I’m Steve. Only my girlfriend and my mother refer to me as Stephen – a surefire sign that I’m in trouble.
Up until two weeks after my 30th birthday I had lived all my life in south east England. Most of my travel was facilitated through the usual yearly saving plan and then executed in haste across a two week leave period that would have been heavily negotiated with a boss or manager for the summer months. I remember those Fridays before going on leave where you’d work a long day and then possibly the weekend to get enough done to be able to actually take your holiday. Stressful. Unnecessary.
Prior to leaving the UK I had been given a book by my brother, “The Four Hour Work Week” (4HWW) by Tim Ferriss. For the people that have had the guts to follow through the teachings of the book I have the utmost admiration. It took me a chance meeting in California six years later and a year of a long distance relationship to try and execute the preachings of the book myself.
I moved to Sydney, Australia at the age of 30. It was during a 2 month period of crashing on the floor of my future bosses apartment (thanks JP & MD) that I realised how resilient people can be and that anyone can truly live anywhere if they want to. Sydney was a great introduction to living in a new city – safe, vibrant, beautiful and with opportunity. Had I ended up somewhere else perhaps I wouldn’t have felt so resilient. Every weekend there felt like a summer vacation, cruising between coffee shops, beaches and boat parties.
With the detached weekends and a new job outside of the corporate world I lived on excitement and adrenaline for the first couple of years in Sydney. I fulfilled a personal goal of an apartment with a beach view in Bondi – the summers there and friends I made will not be forgotten.
One of those good friends of mine had confided in me about his intention to propose to his girlfriend in Bali. On his return as a happily engaged man he started to make wedding plans with his Mexican fiancé. I was very flattered to be invited to the wedding. The only catch being location – Acapulco, Mexico.
After a visit back to the UK in September I managed to juggle my finances (debt) and get tickets for Mexico, with a stop in California on the trip for good measure. I’ve always loved California, both from my one prior experience there and the aspirations of a life in such a paradise. For me California became all the more special on this particular trip where (unknown to me at the time) I met the love of my life and the person who would also change my life – Lou.
After juggling a year in a long distance relationship something had to give.
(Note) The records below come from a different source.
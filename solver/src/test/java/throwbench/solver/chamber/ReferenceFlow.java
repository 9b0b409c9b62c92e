package throwbench.solver.chamber;

import org.apache.commons.math3.ode.FirstOrderDifferentialEquations;
import org.apache.commons.math3.ode.nonstiff.DormandPrince853Integrator;
import throwbench.solver.fluid.PerfectGas;
import throwbench.solver.mechanism.Angles;

/**
 * A chamber behind flowing valves by brute force, to hold the solver against: pressure, mass and what passes the valves as
 * one system of differential equations, as the method page writes it, under an explicit Runge–Kutta method of a
 * general-purpose library that knows nothing of valves and finds their kinks by its own control of the step.
 */
final class ReferenceFlow implements FirstOrderDifferentialEquations {

    private static final int P = 0;
    private static final int MASS = 1;
    private static final int IN = 2;
    private static final int OUT = 3;
    private static final int OUT_ENERGY = 4;
    private static final int WORK = 5;
    private static final int SUCTION_LOSS = 6;
    private static final int DISCHARGE_LOSS = 7;
    private static final int LEFT = 8;
    private static final int STATES = 9;

    private final ChamberDuty duty;
    private final double suctionIn;
    private final double suctionOut;
    private final double dischargeOut;
    private final double dischargeIn;
    private final double k;
    private final double r;
    private final double suctionTemperature;
    private final double dischargeTemperature;
    private final double tolerance;
    private final double[] start = new double[STATES];

    ReferenceFlow(FlowValves valves, ChamberDuty duty, double tolerance) {
        this.duty = duty;
        this.tolerance = tolerance;
        PerfectGas gas = (PerfectGas) duty.fluid();
        k = gas.isentropicExponent();
        r = PerfectGas.MOLAR_GAS_CONSTANT / gas.molarMass();
        LineConditions lines = duty.lines();
        suctionTemperature = lines.suctionTemperature().orElseThrow();
        dischargeTemperature =
                suctionTemperature * Math.pow(lines.dischargePressure() / lines.suctionPressure(), (k - 1) / k);
        ChamberState state = duty.condition().state();
        double leak = duty.condition().leakArea();
        suctionIn = valves.suctionFlowArea();
        suctionOut = state == ChamberState.HELD_OPEN
                ? valves.suctionFlowArea()
                : state == ChamberState.FAILED_SUCTION ? leak : 0;
        dischargeOut = valves.dischargeFlowArea();
        dischargeIn = state == ChamberState.FAILED_DISCHARGE ? leak : 0;
        start[P] = lines.suctionPressure();
        start[MASS] = start[P] * duty.volume().greatest() / (r * suctionTemperature);
    }

    /** Turns until pressure and mass at the greatest volume repeat within the tolerance asked for. */
    int settle(double repeat) {
        for (int turn = 1; turn < 200; turn++) {
            double[] end = start.clone();
            integrate(0, Angles.TURN, end);
            double change = Math.max(Math.abs(end[P] / start[P] - 1), Math.abs(end[MASS] / start[MASS] - 1));
            start[P] = end[P];
            start[MASS] = end[MASS];
            if (change < repeat) {
                return turn;
            }
        }
        throw new IllegalStateException("the reference does not repeat");
    }

    /** Pressures at equally spaced crank angles from 0, and what the turn came to. */
    Turn turn(int stations) {
        double from = duty.greatestVolumeAngle();
        double[] pressures = new double[stations];
        double[] state = start.clone();
        double step = Angles.TURN / stations;
        double at = 0;
        int first = (int) Math.ceil(from / step);
        for (int i = 0; i < stations; i++) {
            double next = (first + i) * step - from;
            at = integrate(at, next, state);
            pressures[(first + i) % stations] = state[P];
        }
        integrate(at, Angles.TURN, state);
        return new Turn(
                pressures,
                state[IN],
                state[OUT],
                state[OUT_ENERGY] / state[LEFT],
                state[WORK],
                new ValveLossWork(state[SUCTION_LOSS], state[DISCHARGE_LOSS]));
    }

    /**
     * @param drawn net suction flow, kg
     * @param delivered net discharge flow, kg
     * @param temperature mean by mass of what leaves through the discharge valve, K
     * @param work −∮ p dV, J
     */
    @SuppressWarnings("ArrayRecordComponent") // a handful of numbers read once, never compared
    record Turn(
            double[] pressures, double drawn, double delivered, double temperature, double work, ValveLossWork loss) {}

    private double integrate(double from, double to, double[] state) {
        if (to - from > 1e-12) {
            double[] absolute = new double[STATES];
            double[] relative = new double[STATES];
            double p = start[P];
            double m = start[MASS];
            double energy = p * duty.volume().greatest();
            double[] scale = {p, m, m, m, m * suctionTemperature, energy, energy, energy, m};
            for (int i = 0; i < STATES; i++) {
                absolute[i] = tolerance * scale[i];
            }
            DormandPrince853Integrator integrator =
                    new DormandPrince853Integrator(1e-13, Math.toRadians(1), absolute, relative);
            integrator.setInitialStepSize(1e-6);
            integrator.integrate(this, from, state, to, state);
        }
        return Math.max(from, to);
    }

    @Override
    public int getDimension() {
        return STATES;
    }

    @Override
    public void computeDerivatives(double turned, double[] y, double[] rate) {
        double angle = duty.greatestVolumeAngle() + turned;
        double dx = 1e-6;
        double volume = volume(angle);
        double volumeRate = (volume(angle + dx) - volume(angle - dx)) / (2 * dx);
        double p = y[P];
        double temperature = p * volume / (y[MASS] * r);
        double low = duty.lines().suctionPressure();
        double high = duty.lines().dischargePressure();
        double suction = mass(suctionIn, low, p, suctionTemperature);
        double back = mass(suctionOut, p, low, temperature);
        double delivery = mass(dischargeOut, p, high, temperature);
        double leak = mass(dischargeIn, high, p, dischargeTemperature);
        double energy = suction * suctionTemperature + leak * dischargeTemperature - (back + delivery) * temperature;
        rate[P] = k * (r * energy - p * volumeRate) / volume;
        rate[MASS] = suction + leak - back - delivery;
        rate[IN] = suction - back;
        rate[OUT] = delivery - leak;
        rate[LEFT] = delivery;
        rate[OUT_ENERGY] = delivery * temperature;
        rate[WORK] = -p * volumeRate;
        rate[SUCTION_LOSS] = Math.max(low - p, 0) * volumeRate;
        rate[DISCHARGE_LOSS] = -Math.max(p - high, 0) * volumeRate;
    }

    /** kg/rad. */
    private double mass(double area, double upstream, double downstream, double temperature) {
        if (area == 0 || upstream <= downstream) {
            return 0;
        }
        double ratio = Math.max(downstream / upstream, Math.pow(2 / (k + 1), k / (k - 1)));
        double psi = Math.sqrt(2 * k / (k - 1) * (Math.pow(ratio, 2 / k) - Math.pow(ratio, (k + 1) / k)));
        return area * upstream / Math.sqrt(r * temperature) * psi / duty.meanSpeed();
    }

    private double volume(double angle) {
        return duty.volume().at(duty.linkage().travel(angle, duty.rotation()));
    }
}
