package throwbench.app.linkage.force;

/** What of a drawing is taken at some angle of the revolution, on a grid; tells how crowded a rectangle is. */
public final class Occupancy {

    private final double cell;
    private final int columns;
    private final int rows;
    private final float[] taken;
    private final double[] sums;

    /** @param cell side of a cell, points */
    public Occupancy(double width, double height, double cell) {
        this.cell = cell;
        columns = Math.max(1, (int) Math.ceil(width / cell));
        rows = Math.max(1, (int) Math.ceil(height / cell));
        taken = new float[columns * rows];
        sums = new double[(columns + 1) * (rows + 1)];
    }

    /** Takes the cell of a point; a cell keeps its greatest weight. */
    public void mark(double x, double y, double weight) {
        int c = (int) Math.floor(x / cell);
        int r = (int) Math.floor(y / cell);
        if (c >= 0 && r >= 0 && c < columns && r < rows) {
            int i = r * columns + c;
            taken[i] = Math.max(taken[i], (float) weight);
        }
    }

    public void line(double x1, double y1, double x2, double y2, double weight) {
        int steps = steps(Math.hypot(x2 - x1, y2 - y1));
        for (int i = 0; i <= steps; i++) {
            double at = (double) i / steps;
            mark(x1 + at * (x2 - x1), y1 + at * (y2 - y1), weight);
        }
    }

    /** Takes a parallelogram given by a corner and two sides. */
    public void area(double x, double y, double ax, double ay, double bx, double by, double weight) {
        int steps = steps(Math.hypot(bx, by));
        for (int i = 0; i <= steps; i++) {
            double at = (double) i / steps;
            line(x + at * bx, y + at * by, x + at * bx + ax, y + at * by + ay, weight);
        }
    }

    public void disc(double x, double y, double radius, double weight) {
        int steps = steps(2 * radius);
        for (int i = 0; i <= steps; i++) {
            double dy = radius * (2.0 * i / steps - 1);
            double half = Math.sqrt(Math.max(0, (radius - dy) * (radius + dy)));
            line(x - half, y + dy, x + half, y + dy, weight);
        }
    }

    // a drawing zoomed far in runs far out of the view: the grid is all that counts
    private int steps(double length) {
        return (int) Math.max(1, Math.min(4000, Math.ceil(length / (0.7 * cell))));
    }

    /** Sums up; to be called after the last mark. */
    public void sum() {
        int w = columns + 1;
        for (int r = 0; r < rows; r++) {
            double row = 0;
            for (int c = 0; c < columns; c++) {
                row += taken[r * columns + c];
                sums[(r + 1) * w + c + 1] = sums[r * w + c + 1] + row;
            }
        }
    }

    /** Mean weight in a rectangle. */
    public double share(double x, double y, double width, double height) {
        int c1 = clamp((int) Math.floor(x / cell), columns);
        int r1 = clamp((int) Math.floor(y / cell), rows);
        int c2 = clamp((int) Math.ceil((x + width) / cell), columns);
        int r2 = clamp((int) Math.ceil((y + height) / cell), rows);
        int cells = (c2 - c1) * (r2 - r1);
        if (cells == 0) {
            return 0;
        }
        int w = columns + 1;
        return (sums[r2 * w + c2] - sums[r1 * w + c2] - sums[r2 * w + c1] + sums[r1 * w + c1]) / cells;
    }

    private static int clamp(int i, int most) {
        return Math.max(0, Math.min(most, i));
    }
}
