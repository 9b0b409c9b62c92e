package throwbench.solver.chamber;

import static org.junit.jupiter.api.Assertions.assertEquals;
import static org.junit.jupiter.api.Assertions.assertTrue;

import org.junit.jupiter.params.ParameterizedTest;
import org.junit.jupiter.params.provider.CsvSource;

/**
 * Second method: the same equations under an explicit integrator of Commons Math, turn after turn from the suction line's
 * state, against the implicit schemes and their search for the state that repeats.
 */
class ValveFlowReferenceTest {

    private static final int STATIONS = 720;

    private static ReferenceFlow.Turn reference(FlowSample sample, ChamberDuty duty) {
        ReferenceFlow reference = new ReferenceFlow(sample.valves(), duty, 1e-9);
        reference.settle(1e-6);
        return reference.turn(STATIONS);
    }

    private static void same(
            ReferenceFlow.Turn turn, PressureCurve curve, ChamberDuty duty, double pressure, double integral) {
        double[] found = FlowSample.pressures(curve, duty, STATIONS);
        double peak = FlowSample.greatest(turn.pressures());
        for (int i = 0; i < STATIONS; i++) {
            assertEquals(turn.pressures()[i], found[i], pressure * peak, "station " + i);
        }
        assertEquals(peak, FlowSample.greatest(found), pressure * peak);
        double mass = curve.massPerTurn().orElseThrow();
        assertEquals(turn.drawn(), mass, integral * turn.drawn() + 1e-8);
        if (!Double.isNaN(turn.temperature())) {
            double temperature = curve.dischargeTemperature().orElseThrow();
            assertEquals(turn.temperature(), temperature, integral * turn.temperature());
        } else {
            assertTrue(curve.dischargeTemperature().isEmpty());
        }
        ValveLossWork loss = curve.valveLossWork().orElseThrow();
        // as shares of what the gas takes up in a turn
        assertEquals(turn.loss().suction(), loss.suction(), integral * turn.work());
        assertEquals(turn.loss().discharge(), loss.discharge(), integral * turn.work());
        double work = FlowSample.work(FlowSample.pressures(curve, duty, 7200), duty);
        assertEquals(turn.work(), work, integral * turn.work());
    }

    @ParameterizedTest
    @CsvSource({"A,HEAD", "A,CRANK", "B,HEAD", "B,CRANK", "C,HEAD", "C,CRANK", "D,HEAD", "D,CRANK"})
    void workingValvesFollowTheEquations(FlowSample sample, Side side) {
        ChamberDuty duty = sample.duty(side);
        ReferenceFlow.Turn turn = reference(sample, duty);
        same(turn, FlowSample.solved(sample.valves(), duty), duty, 2e-4, 1e-4);
        same(turn, FlowSample.solved(sample.valves(), duty.followed(CycleAccuracy.MAP)), duty, 5e-4, 5e-4);
    }

    @ParameterizedTest
    @CsvSource({
        "A,HEAD,HELD_OPEN,0",
        "D,CRANK,HELD_OPEN,0",
        "A,HEAD,FAILED_SUCTION,3e-4",
        "A,CRANK,FAILED_SUCTION,26e-4",
        "D,HEAD,FAILED_SUCTION,1e-5",
        "A,CRANK,FAILED_DISCHARGE,3e-4",
        "D,HEAD,FAILED_DISCHARGE,2e-3",
        "D,CRANK,FAILED_DISCHARGE,1e-5"
    })
    void leakingValvesFollowTheEquations(FlowSample sample, Side side, ChamberState state, double leakArea) {
        ChamberDuty duty = sample.duty(side, state, leakArea);
        ReferenceFlow.Turn turn = reference(sample, duty);
        same(turn, FlowSample.solved(sample.valves(), duty), duty, 2e-4, 1e-4);
        same(turn, FlowSample.solved(sample.valves(), duty.followed(CycleAccuracy.MAP)), duty, 5e-4, 5e-4);
    }
}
For anyone that has done or tried long distance, it’s not easy. I never struggled with trust but its hard to show someone how much they mean to you via FaceTime calls in your downtime. Lou had also discovered a love of travel having recently visited family in Europe and Australia. I gave her a copy of the 4HWW and this seemed to reverberate with her. Lou, already fortunate to have remote working arrangements, loved the idea of the mini-retirement. Neither of us wanted to try and enjoy the world in our 70’s with arthritic limbs and deteriorating memories.
During our long distance year Lou was able to visit Sydney three times for a total of about 7 months. Her remote work setup was already paying off. During the time we discussed how we could move our relationship forward. We hatched the idea of doing some extended travel so that we could spend more time together and continue to get to know each other realizing this is something many couples don’t get the opportunity to do. It seemed like a fair trade off for the 4 months we spent apart during the autumn (spring in Sydney) of 2015. Before I knew it I was in Orange County, California loading a U-Haul van bound for storage – I felt so American. During my three weeks in the states we travelled up Pacific Coast Highway and to San Francisco whilst splitting time for Lou to work and pack.
Lou had given up her friends, apartment, car and home comforts for us. I gave up my beloved apartment by the beach, friends and my full time job.
The initial 3 months of travel has turned into the never ending story of travel. This is due, in part, to some external issues but also reflects our changing philosophies of how life should be lived. Some people don’t want to see the world and that’s fine. But if you do, why would you wait? Why would you make excuses? I did but I was fortunate to find someone who brought out the best in me, and through our combined circumstances, we are able to pick when and where we want to be and what we do.
At the time of writing this, I’m sat in a coffee shop in Ho Chi Minh city. When I next write a piece for this blog who knows where I will be.